=== DIRECTIONS ===
Run through the data and copy out every line that mentions the word "says".

=== PROVIDED RECORDS ===

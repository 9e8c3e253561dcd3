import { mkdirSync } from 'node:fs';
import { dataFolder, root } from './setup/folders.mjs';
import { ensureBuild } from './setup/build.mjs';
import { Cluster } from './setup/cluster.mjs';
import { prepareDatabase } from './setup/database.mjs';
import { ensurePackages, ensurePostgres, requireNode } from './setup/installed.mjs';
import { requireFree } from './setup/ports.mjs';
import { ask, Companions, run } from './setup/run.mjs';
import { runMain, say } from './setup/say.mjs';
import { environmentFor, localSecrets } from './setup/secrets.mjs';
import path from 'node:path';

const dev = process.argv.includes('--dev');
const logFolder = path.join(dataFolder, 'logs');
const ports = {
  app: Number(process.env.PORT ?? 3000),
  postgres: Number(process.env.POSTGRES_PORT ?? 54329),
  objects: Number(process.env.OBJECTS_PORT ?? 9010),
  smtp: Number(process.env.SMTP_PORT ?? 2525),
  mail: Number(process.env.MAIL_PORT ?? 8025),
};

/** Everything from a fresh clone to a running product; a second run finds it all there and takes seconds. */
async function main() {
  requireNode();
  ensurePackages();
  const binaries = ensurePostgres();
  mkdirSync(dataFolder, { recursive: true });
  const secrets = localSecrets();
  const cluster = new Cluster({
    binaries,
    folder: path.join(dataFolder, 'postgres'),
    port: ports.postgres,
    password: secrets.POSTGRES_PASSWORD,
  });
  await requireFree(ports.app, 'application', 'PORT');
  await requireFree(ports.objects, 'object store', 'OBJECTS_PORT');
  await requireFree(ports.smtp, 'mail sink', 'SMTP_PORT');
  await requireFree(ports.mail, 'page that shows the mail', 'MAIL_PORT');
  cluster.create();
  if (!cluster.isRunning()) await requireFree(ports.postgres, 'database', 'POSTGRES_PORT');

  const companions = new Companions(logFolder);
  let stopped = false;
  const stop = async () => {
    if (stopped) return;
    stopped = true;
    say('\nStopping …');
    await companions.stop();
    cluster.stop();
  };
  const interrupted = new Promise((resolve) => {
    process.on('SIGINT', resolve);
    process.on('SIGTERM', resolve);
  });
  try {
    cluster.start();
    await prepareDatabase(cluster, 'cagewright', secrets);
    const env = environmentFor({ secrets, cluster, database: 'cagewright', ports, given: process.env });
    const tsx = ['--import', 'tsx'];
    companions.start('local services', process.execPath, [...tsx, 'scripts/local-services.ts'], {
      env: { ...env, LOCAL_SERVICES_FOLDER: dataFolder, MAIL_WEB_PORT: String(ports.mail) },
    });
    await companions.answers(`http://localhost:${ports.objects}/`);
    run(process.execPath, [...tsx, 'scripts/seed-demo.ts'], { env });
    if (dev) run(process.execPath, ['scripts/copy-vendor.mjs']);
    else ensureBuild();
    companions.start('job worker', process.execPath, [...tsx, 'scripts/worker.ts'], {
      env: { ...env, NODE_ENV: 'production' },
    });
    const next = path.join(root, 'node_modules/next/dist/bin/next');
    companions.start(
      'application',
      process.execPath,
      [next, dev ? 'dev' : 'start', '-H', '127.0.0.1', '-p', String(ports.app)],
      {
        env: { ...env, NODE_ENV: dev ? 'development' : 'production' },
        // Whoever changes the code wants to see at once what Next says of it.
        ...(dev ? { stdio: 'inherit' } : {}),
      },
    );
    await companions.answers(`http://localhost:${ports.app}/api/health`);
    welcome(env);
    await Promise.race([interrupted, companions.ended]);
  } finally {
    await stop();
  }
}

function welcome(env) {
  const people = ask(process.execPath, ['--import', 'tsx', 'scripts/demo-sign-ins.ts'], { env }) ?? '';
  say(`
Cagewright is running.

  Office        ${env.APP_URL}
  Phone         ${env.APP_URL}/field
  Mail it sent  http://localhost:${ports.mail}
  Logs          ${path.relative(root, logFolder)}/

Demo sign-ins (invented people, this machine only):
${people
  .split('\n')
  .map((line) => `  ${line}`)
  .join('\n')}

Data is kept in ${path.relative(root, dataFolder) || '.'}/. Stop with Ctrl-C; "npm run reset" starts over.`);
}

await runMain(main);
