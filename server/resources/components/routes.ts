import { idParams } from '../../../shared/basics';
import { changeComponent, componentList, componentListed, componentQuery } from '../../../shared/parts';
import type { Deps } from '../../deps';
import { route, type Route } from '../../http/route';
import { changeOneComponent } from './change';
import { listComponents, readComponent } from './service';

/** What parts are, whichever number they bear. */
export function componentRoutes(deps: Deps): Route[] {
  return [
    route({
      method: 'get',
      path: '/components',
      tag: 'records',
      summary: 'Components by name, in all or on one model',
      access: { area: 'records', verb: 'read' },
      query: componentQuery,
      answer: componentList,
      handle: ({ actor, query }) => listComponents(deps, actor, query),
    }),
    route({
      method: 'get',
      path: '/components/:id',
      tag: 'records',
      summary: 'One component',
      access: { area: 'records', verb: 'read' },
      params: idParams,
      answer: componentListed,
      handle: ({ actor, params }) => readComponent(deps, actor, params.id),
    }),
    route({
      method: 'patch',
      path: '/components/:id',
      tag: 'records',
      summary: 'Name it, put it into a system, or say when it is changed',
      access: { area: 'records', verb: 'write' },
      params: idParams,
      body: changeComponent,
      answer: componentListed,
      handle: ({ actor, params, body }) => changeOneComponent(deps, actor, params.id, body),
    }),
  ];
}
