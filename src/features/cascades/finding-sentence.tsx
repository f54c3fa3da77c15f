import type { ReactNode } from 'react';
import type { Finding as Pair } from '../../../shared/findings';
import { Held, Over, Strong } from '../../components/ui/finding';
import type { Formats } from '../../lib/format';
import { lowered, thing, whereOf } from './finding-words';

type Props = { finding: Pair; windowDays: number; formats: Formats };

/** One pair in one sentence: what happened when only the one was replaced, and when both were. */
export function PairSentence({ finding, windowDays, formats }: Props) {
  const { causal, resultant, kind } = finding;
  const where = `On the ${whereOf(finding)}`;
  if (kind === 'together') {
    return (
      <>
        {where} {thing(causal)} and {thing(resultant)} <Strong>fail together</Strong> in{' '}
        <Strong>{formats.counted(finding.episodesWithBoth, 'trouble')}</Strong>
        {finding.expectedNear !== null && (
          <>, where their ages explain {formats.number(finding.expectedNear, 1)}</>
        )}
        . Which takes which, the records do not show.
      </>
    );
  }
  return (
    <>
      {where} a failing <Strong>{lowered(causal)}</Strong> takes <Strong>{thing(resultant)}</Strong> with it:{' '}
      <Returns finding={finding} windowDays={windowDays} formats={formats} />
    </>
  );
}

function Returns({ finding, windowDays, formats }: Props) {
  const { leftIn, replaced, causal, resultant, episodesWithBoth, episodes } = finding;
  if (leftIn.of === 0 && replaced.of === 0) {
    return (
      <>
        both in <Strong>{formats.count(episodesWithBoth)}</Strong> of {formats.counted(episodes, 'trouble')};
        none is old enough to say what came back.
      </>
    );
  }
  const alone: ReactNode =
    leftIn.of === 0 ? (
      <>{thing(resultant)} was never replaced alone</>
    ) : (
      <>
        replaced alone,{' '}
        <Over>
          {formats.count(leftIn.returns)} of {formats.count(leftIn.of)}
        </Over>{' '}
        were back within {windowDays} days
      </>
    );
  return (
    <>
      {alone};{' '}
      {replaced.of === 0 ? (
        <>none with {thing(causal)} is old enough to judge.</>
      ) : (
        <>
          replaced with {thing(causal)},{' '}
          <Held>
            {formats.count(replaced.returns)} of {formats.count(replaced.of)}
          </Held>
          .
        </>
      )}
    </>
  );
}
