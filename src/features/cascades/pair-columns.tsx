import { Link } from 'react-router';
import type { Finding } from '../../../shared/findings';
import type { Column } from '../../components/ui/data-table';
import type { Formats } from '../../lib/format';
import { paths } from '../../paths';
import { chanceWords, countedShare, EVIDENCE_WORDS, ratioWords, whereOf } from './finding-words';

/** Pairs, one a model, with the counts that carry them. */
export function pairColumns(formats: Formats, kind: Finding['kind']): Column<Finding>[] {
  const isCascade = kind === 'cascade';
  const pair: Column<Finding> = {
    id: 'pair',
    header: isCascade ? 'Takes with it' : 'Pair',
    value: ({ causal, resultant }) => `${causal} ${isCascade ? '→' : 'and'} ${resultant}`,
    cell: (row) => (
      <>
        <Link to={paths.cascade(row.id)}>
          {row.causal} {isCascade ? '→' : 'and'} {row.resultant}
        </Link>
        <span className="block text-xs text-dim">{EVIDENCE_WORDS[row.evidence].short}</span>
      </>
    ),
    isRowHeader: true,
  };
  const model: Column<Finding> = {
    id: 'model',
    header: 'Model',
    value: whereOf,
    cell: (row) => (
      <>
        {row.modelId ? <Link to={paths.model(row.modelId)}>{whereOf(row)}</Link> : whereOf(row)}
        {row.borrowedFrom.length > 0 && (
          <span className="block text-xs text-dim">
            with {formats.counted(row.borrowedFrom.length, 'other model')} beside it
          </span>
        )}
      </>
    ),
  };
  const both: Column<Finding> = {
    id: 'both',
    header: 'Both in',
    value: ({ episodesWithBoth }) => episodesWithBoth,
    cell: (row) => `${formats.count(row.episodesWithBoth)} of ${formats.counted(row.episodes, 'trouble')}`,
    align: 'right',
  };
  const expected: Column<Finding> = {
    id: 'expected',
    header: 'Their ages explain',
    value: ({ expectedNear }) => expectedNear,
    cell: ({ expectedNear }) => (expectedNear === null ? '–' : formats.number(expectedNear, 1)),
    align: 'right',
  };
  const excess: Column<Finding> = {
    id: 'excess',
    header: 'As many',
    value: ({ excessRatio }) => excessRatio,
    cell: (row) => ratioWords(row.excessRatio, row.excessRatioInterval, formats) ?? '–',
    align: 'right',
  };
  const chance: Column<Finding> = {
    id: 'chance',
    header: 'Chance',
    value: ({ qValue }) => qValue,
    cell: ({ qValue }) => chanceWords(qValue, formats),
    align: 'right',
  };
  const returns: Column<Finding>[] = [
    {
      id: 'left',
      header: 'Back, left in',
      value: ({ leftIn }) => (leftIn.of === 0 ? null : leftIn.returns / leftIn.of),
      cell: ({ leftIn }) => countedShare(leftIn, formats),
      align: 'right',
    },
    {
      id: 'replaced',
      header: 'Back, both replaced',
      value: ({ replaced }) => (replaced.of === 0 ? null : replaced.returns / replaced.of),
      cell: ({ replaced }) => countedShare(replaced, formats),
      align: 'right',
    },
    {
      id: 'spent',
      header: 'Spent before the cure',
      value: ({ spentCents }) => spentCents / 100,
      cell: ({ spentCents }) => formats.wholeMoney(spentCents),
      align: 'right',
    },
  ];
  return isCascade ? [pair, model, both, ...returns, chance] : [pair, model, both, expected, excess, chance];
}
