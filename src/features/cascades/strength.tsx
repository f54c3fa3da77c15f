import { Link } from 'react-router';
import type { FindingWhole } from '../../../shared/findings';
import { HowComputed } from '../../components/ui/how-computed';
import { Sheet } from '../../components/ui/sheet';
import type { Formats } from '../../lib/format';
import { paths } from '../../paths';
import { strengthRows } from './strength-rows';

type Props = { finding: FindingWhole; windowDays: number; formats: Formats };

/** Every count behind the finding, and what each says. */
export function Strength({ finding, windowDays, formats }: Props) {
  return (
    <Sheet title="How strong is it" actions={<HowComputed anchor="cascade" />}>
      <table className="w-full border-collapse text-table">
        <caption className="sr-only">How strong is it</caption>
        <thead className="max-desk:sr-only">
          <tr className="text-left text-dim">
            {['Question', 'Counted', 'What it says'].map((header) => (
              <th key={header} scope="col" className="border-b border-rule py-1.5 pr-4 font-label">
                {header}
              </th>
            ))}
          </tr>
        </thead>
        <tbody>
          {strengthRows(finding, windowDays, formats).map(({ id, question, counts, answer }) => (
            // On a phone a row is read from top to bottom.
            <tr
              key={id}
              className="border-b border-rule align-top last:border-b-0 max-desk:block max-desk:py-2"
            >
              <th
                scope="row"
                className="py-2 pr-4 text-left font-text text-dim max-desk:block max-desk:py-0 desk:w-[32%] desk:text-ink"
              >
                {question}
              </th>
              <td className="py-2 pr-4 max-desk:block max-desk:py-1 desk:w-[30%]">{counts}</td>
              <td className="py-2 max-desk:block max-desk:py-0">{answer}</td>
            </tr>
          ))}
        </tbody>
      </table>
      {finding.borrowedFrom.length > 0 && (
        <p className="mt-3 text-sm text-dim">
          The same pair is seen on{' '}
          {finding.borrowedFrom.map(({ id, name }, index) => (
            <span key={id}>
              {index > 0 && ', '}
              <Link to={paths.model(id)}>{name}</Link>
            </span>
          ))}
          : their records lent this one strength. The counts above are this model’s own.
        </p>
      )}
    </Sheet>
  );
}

=== TASK OUTPUT ===
        // Whoever changes the code wants to see at once what Next says of it.
/** Every count behind the finding, and what each says. */
            {['Question', 'Counted', 'What it says'].map((header) => (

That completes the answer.